Мы вышли из избушки, и глаза резануло светом, словно бритвой: кругом было белым-бело. Пока мир спал, природа повеселились с белилами, расплескав их по горам и лугам, небрежно раскидав охапками по веткам берёз, и теперь только чёрные стволы корявого ольхача, как непонятные иероглифы, бегали по белоснежным страницам окружающих нас сопок. Зима! Под ногами сахарной глазурью лежал тонкий слой снега. Мы ступали по нему аккуратно, будто шли по тонкому льду, но мы отчётливо чувствовали, что каждый шаг был кощунством, нарушающим непорочность белого покрова невесты. Казалось, в мире осталось только два цвета: белый и чёрный, – и мы, смущаясь, играли в ретро-кино на фоне контрастных декораций, поминутно останавливаясь в нерешительности и удивлённо оглядываясь вокруг.

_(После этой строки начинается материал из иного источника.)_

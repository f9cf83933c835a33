//! Extended commands (the blocks between `%`), except `%AM`, whose blocks the parser collects
//! for the macro module.
//!
//! The small parameter grammars (decimals, `X`-separated lists, `A…B…` pairs) are nom
//! parsers; each command turns a failed parse into one error sentence naming the command
//! and the position of the block.

use super::command::{AttributeKind, AxisFormat, CommandKind, FormatSpec, ZeroOmission};
use super::lexer::Block;
use super::parser::attribute_kind;
use super::Units;
use crate::diag::{InputError, Pos, Warning};
use crate::image::Polarity;
use nom::branch::alt;
use nom::character::complete::{char, digit1, one_of};
use nom::combinator::{all_consuming, map_res, opt, recognize};
use nom::multi::separated_list1;
use nom::sequence::{pair, preceded};
use nom::{IResult, Parser as _};

/// A Gerber decimal: optional sign, digits with an optional point, or a point and digits
/// (spec §3.6.2 allows `.024` style numbers; no exponent).
pub fn decimal(input: &str) -> IResult<&str, f64> {
    map_res(
        recognize((
            opt(one_of("+-")),
            alt((
                recognize(pair(digit1, opt(pair(char('.'), opt(digit1))))),
                recognize(pair(char('.'), digit1)),
            )),
        )),
        str::parse::<f64>,
    )
    .parse(input)
}

/// Parses all of `s` as one decimal.
pub fn whole_decimal(s: &str) -> Option<f64> {
    all_consuming(decimal).parse(s.trim()).ok().map(|(_, v)| v)
}

/// `X`-separated decimals, as in aperture parameters `0.5X0.25`.
pub fn decimal_list(s: &str) -> Option<Vec<f64>> {
    all_consuming(separated_list1(
        one_of("Xx"),
        preceded(opt(char(' ')), decimal),
    ))
    .parse(s.trim())
    .ok()
    .map(|(_, v)| v)
}

/// `A<decimal>B<decimal>` with either part optional (MI, SF, OF).
fn a_b(s: &str) -> Option<(Option<f64>, Option<f64>)> {
    all_consuming((
        opt(preceded(one_of("Aa"), decimal)),
        opt(preceded(one_of("Bb"), decimal)),
    ))
    .parse(s.trim())
    .ok()
    .map(|(_, v)| v)
}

В ста метрах от зимовья Андрюха, шагавший впереди, встал, словно врезавшись в невидимую стену, и воткнул свой взгляд под ноги. Под ними ковылял, косолапил след большого медведя, который, как и мы, боялся испортить чистоту первого снега и поэтому шёл медленно, часто останавливаясь в раздумьях, топтался на месте. След был свежий.

– Ну, всё – этот наш!!! – убеждённо сказал Андрюха и, пока я оценивал наши призрачные шансы, выдал мне точные размеры шкуры этого зверя, её стоимость, количество желчи, мяса в килограммах, литрах тушёнки и порционных котлетах. Под знаком «равно» он поставил чистую прибыль в рублях и валюте по курсу Центробанка. Его план венчался остроконечным шпилем намерения повесить себе на шею os penis этого медведя-неудачника и использовать её как зубочистку. После озвученных планов мой приятель метнулся в зимовье и обменял свой дробовик на винтовку Мосина, на которую упал матрос, перелезавший через ворота Зимнего, когда штурмовал его в 17-м. С тех пор она была местами поломана, но надёжно перемотана синей изолентой, стянута шурупами и заклеена эпоксидкой. На моё изумление, почему он не взял новенький карабин, недавно выданный конторой, Андрюха объяснил мне, что бережёт его, поэтому оставил дома, и, что мосинская вовсе не хуже, несмотря на почтенный возраст, и стреляет хорошо, только пули кидает в разные стороны и кладёт боком.